Assignment »
From the first line through the one containing "except CalcbuilderError as", restate the listing word for word, and give no other lines.

Extracted entries »
def clinic_trusted_keys(keys_dir: Path) -> tuple[TrustedKeys, list[str]]:
    """The user's trusted list plus the readable ``*.pub`` files in ``keys_dir``.

    Returns the keys and one message per key file beside the program that could
    not be read (such files are left out, never half-trusted).
    """
    files: list[Path] = []
    problems: list[str] = []
    if keys_dir.is_dir():
        for path in sorted(keys_dir.glob("*.pub")):
            try:
                load_public_key(path)
            except CalcbuilderError as exc:
                problems.append(f"{exc} (this key is not trusted)")
                continue
            files.append(path)
    return TrustedKeys(extra_files=tuple(files)), problems


def calculators_beside(folder: Path) -> list[Path]:
    """The calculator files installed beside the program, by name."""
    return sorted(folder.glob(CALC_PATTERN))


def describe(loaded: LoadedCalculator) -> list[str]:
    """What clinic IT needs to know about one calculator file (``--check``)."""
    about = loaded.calculator.about
    review = about.review_by.isoformat() + (" (PAST: ask the authors for a current version)"
                                            if loaded.expired else "")
    return [f"  title:       {about.title}", f"  version:     {about.version}",
            f"  signature:   {loaded.state.value}: {loaded.verification.message}",
            f"  fingerprint: {loaded.fingerprint}", f"  review by:   {review}"]


def check_files(paths: Sequence[Path], trusted: TrustedKeys, out: Callable[[str], None]) -> int:
    """Load each calculator as the form would and report it; 1 if any is refused."""
    status = EXIT_OK
    out(f"user's trusted-key folder: {trusted.directory}")
    for entry in trusted.entries():
        out(f"trusted key: {entry.name}  {entry.key_fingerprint}  ({entry.path})")
    if not paths:
        out("no calculator files given and none beside the program")
    for path in paths:
        out(str(path))
        try:
            loaded = load_calculator(path, trusted=trusted)
        except (CalcbuilderError, OSError) as exc:
            out(f"  REFUSED: {exc}")
            status = EXIT_FAILED
            continue
        out("\n".join(describe(loaded)))
        if loaded.state is TrustState.TAMPERED:
            out("  REFUSED: the form will not compute with this file")
            status = EXIT_FAILED
    return status
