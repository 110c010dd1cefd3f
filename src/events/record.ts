/**
 * The process event log: lot changes, maintenance, setting changes, operator and shift changes,
 * calibrations and environment readings, each with a time, a kind, an optional cause category, free text
 * and, for readings, a value with its unit. Charts show them as markers.
 */
import { ZEventInput } from "@/shared/intake";
import type { z } from "zod";
import type { PrismaClient } from "@/src/db/connect";
import { AppError, parseInput } from "@/src/errors";

export type TEventFields = z.input<typeof ZEventInput>;

const EVENT_VIEW = {
  id: true,
  processId: true,
  occurredAt: true,
  kind: true,
  causeCategory: true,
  description: true,
  value: true,
  unit: true,
  createdAt: true,
} as const;

async function requireProcess(db: PrismaClient, processId: number): Promise<void> {
  if ((await db.process.count({ where: { id: processId } })) === 0) {
    throw new AppError("not-found", `Process ${processId} does not exist`);
  }
}

export async function recordEvent(db: PrismaClient, processId: number, input: TEventFields, now: Date) {
  const event = parseInput(ZEventInput, input, "process event");
  await requireProcess(db, processId);
  return db.processEvent.create({
    data: {
      processId,
      occurredAt: new Date(event.occurredAt),
      kind: event.kind,
      causeCategory: event.causeCategory ?? null,
      description: event.description,
      value: event.value ?? null,
      unit: event.unit ?? null,
      createdAt: now,
    },
    select: EVENT_VIEW,
  });
}

/** Events of a process in time order, optionally between two instants (both inclusive). */
export async function eventsFor(db: PrismaClient, processId: number, range: { from?: Date; to?: Date } = {}) {
  await requireProcess(db, processId);
  return db.processEvent.findMany({
    where: {
      processId,
      ...(range.from === undefined && range.to === undefined ? {} : { occurredAt: { gte: range.from, lte: range.to } }),
    },
    orderBy: [{ occurredAt: "asc" }, { id: "asc" }],
    select: EVENT_VIEW,
  });
}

Output below »
def clinic_trusted_keys(keys_dir: Path) -> tuple[TrustedKeys, list[str]]:
    """The user's trusted list plus the readable ``*.pub`` files in ``keys_dir``.

    Returns the keys and one message per key file beside the program that could
    not be read (such files are left out, never half-trusted).
    """
    files: list[Path] = []
    problems: list[str] = []
    if keys_dir.is_dir():
        for path in sorted(keys_dir.glob("*.pub")):
            try:
                load_public_key(path)
            except CalcbuilderError as exc:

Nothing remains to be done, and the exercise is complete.